• **DATA LISTING**
+---+
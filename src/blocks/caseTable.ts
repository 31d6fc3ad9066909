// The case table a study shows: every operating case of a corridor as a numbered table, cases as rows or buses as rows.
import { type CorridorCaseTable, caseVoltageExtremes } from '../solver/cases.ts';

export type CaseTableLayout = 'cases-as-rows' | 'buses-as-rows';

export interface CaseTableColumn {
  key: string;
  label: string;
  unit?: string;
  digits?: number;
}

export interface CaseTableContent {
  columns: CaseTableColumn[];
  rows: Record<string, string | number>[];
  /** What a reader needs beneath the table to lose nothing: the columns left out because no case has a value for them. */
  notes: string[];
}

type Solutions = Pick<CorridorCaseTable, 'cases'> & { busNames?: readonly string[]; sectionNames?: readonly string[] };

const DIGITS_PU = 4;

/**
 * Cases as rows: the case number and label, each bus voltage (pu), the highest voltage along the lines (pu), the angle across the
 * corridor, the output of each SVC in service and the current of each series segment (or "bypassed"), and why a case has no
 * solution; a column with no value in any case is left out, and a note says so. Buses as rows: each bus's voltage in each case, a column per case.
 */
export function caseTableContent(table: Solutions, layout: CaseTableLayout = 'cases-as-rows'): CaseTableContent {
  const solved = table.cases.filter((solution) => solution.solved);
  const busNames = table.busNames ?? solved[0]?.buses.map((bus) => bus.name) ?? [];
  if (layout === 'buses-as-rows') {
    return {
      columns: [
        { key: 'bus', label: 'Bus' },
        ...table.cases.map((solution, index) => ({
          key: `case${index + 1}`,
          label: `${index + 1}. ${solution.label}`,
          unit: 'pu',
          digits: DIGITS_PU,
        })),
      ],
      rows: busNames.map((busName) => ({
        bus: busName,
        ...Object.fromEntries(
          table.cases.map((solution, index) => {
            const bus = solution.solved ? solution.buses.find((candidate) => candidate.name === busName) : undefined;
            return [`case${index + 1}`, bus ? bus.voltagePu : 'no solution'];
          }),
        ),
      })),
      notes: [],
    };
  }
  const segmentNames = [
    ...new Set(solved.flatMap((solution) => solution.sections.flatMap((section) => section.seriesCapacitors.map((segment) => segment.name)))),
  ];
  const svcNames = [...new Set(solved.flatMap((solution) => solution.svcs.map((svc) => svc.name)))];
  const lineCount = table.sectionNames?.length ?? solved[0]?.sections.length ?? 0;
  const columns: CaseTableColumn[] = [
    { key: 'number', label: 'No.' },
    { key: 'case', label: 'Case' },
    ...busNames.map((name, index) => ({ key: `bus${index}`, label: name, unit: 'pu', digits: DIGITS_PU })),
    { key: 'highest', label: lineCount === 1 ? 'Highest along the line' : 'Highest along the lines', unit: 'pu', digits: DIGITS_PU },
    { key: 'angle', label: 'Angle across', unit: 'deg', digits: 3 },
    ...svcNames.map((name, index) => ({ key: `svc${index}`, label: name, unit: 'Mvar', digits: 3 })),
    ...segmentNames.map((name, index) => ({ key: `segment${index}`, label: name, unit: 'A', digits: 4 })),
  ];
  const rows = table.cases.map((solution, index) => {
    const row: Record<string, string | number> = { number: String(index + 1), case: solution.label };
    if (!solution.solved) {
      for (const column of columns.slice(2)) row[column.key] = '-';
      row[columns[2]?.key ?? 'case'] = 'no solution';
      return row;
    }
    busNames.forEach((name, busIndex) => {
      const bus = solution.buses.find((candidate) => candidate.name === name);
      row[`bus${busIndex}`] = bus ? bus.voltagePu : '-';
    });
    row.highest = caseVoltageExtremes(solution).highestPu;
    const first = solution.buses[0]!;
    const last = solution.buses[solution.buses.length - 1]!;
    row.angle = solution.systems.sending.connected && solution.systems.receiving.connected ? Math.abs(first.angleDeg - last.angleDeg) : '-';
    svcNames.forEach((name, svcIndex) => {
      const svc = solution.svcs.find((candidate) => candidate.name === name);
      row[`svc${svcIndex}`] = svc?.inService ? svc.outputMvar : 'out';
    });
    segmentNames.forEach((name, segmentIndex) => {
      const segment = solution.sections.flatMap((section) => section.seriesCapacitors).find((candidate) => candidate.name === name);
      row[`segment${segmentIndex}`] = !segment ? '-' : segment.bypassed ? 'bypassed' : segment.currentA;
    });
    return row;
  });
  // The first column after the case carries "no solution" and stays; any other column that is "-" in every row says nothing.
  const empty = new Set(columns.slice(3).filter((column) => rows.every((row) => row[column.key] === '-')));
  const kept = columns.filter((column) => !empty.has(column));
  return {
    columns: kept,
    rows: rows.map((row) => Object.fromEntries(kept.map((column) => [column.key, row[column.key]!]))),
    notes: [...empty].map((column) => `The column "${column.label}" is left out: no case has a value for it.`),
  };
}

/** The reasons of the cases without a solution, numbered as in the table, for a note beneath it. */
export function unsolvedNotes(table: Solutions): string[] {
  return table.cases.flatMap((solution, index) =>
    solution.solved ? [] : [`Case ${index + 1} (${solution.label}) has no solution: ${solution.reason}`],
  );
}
+---+
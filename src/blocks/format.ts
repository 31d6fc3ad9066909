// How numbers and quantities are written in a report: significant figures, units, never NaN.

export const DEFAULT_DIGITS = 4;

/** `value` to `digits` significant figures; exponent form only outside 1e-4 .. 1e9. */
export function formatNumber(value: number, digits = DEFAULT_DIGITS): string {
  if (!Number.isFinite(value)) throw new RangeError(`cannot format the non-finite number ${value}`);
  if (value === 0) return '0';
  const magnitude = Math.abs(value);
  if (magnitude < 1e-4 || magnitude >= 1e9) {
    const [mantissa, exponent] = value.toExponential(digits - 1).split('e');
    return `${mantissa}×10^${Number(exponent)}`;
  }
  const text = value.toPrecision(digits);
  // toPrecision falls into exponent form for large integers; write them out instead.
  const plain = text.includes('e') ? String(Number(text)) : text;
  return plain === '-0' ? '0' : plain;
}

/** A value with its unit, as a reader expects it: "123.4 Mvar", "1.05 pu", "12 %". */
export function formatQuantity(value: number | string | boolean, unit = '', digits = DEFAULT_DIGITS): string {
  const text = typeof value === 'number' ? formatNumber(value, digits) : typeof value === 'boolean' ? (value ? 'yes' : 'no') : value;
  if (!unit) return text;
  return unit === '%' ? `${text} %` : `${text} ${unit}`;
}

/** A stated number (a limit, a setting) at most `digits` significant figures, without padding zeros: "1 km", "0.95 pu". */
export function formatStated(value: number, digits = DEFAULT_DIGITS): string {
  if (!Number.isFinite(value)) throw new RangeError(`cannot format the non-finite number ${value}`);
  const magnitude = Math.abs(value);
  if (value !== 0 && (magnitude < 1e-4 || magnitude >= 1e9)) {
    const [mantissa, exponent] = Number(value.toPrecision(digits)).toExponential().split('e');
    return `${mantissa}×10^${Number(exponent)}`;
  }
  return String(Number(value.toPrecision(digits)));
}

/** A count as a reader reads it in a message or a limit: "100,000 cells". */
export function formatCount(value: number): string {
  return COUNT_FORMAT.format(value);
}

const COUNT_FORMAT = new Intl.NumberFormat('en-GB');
+---+
• **TASK TO CARRY OUT**
Go line by line through the material above and return each one that includes "them".

• **RESPONSE TO THIS TASK**
  /** What a reader needs beneath the table to lose nothing: the columns left out because no case has a value for them. */
  // toPrecision falls into exponent form for large integers; write them out instead.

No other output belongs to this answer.